_Assigned task_. Go line by line through the entries below and copy those containing the string "waitingCountsQuery".

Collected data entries

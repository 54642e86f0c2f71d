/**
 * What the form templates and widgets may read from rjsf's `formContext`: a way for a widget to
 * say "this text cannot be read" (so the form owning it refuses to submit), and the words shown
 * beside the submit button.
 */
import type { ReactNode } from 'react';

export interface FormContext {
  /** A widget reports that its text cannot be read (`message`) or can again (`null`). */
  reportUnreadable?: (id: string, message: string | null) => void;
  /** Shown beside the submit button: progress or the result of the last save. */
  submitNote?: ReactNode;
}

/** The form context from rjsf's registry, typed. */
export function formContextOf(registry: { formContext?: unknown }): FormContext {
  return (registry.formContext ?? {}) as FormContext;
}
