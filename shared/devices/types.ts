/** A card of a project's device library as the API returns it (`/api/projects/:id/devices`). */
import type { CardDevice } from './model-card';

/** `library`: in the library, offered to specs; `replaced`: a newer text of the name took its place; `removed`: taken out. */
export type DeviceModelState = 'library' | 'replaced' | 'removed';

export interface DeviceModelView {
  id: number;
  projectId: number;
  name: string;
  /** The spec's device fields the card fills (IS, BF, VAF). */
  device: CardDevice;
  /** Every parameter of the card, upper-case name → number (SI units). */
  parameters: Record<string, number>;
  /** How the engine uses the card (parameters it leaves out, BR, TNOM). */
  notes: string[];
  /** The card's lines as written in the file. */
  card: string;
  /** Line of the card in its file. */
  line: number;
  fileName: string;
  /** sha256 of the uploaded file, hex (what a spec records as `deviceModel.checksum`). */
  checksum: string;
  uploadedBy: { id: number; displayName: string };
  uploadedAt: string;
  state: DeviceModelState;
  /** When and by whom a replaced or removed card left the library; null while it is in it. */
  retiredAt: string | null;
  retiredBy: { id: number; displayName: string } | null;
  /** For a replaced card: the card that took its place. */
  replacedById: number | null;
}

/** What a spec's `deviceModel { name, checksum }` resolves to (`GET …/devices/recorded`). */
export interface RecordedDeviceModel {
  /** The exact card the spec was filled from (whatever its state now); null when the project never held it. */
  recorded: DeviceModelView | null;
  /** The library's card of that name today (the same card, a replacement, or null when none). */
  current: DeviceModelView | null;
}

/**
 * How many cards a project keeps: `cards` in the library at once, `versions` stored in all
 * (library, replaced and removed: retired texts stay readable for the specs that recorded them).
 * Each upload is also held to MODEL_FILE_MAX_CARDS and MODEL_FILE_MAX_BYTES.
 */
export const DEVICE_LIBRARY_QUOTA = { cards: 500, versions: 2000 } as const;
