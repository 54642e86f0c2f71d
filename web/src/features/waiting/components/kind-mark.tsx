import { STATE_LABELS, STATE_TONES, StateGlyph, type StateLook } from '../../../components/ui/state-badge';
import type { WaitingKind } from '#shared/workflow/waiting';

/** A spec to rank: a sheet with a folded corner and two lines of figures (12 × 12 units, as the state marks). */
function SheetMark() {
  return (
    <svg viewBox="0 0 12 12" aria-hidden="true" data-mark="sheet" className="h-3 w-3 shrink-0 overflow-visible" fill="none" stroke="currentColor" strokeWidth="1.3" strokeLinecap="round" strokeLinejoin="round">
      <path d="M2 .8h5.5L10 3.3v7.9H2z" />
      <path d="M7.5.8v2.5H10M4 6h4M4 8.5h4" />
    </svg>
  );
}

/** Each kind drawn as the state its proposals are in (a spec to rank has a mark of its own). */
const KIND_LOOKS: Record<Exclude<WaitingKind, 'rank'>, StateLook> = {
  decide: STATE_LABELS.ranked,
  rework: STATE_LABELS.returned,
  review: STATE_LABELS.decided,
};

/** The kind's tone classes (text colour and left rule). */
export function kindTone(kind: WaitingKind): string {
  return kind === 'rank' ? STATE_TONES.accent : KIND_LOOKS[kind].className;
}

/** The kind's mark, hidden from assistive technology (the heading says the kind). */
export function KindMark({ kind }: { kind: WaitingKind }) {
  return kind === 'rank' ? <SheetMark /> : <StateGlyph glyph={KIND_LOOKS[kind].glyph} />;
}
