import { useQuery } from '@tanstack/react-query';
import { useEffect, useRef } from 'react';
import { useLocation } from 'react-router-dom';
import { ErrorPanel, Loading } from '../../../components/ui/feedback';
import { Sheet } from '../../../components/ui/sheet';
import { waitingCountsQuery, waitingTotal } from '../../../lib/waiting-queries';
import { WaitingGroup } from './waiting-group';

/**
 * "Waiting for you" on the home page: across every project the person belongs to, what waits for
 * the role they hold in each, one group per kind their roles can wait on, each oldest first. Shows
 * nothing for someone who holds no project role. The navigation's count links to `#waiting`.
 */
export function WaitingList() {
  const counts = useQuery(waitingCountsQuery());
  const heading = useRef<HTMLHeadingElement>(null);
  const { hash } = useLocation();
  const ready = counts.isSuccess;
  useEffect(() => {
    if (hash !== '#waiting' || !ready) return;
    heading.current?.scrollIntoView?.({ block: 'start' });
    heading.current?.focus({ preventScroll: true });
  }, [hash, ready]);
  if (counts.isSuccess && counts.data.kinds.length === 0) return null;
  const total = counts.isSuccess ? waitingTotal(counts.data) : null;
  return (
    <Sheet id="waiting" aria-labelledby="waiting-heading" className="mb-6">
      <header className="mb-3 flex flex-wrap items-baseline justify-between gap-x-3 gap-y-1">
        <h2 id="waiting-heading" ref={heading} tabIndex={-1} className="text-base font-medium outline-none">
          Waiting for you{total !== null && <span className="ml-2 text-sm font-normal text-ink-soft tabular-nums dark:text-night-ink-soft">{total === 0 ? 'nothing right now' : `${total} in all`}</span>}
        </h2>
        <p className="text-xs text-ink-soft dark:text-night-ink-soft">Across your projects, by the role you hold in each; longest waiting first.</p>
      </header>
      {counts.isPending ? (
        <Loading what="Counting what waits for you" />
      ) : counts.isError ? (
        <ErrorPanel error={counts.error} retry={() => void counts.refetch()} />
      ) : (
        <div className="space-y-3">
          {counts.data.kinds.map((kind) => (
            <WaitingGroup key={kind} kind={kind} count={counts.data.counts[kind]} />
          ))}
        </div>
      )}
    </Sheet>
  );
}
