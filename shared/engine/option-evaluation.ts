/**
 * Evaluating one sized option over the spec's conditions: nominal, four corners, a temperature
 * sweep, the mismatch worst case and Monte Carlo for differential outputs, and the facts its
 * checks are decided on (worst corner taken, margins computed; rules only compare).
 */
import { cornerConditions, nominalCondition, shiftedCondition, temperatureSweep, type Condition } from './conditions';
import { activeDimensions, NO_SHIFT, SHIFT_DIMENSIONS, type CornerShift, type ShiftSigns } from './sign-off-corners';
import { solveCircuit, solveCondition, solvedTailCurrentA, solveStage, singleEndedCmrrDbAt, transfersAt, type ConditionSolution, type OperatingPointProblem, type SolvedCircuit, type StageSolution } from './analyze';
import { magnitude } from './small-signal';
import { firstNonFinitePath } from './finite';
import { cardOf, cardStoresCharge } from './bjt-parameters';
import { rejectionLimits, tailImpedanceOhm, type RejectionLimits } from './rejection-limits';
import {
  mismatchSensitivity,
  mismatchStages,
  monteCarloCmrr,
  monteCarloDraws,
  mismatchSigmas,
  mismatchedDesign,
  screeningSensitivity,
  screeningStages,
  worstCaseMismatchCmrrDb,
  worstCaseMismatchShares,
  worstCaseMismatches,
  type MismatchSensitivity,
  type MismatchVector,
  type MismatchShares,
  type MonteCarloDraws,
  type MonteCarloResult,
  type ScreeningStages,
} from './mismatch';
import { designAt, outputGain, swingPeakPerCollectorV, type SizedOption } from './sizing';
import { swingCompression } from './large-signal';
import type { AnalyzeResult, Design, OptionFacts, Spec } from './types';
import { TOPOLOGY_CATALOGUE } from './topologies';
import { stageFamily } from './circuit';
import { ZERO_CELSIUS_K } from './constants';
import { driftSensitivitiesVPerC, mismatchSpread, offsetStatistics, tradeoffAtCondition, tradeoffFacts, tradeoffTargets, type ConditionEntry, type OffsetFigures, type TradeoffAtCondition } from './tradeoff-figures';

_Written response_.
import { waitingCountsQuery, waitingTotal } from '../../../lib/waiting-queries';
  const counts = useQuery(waitingCountsQuery());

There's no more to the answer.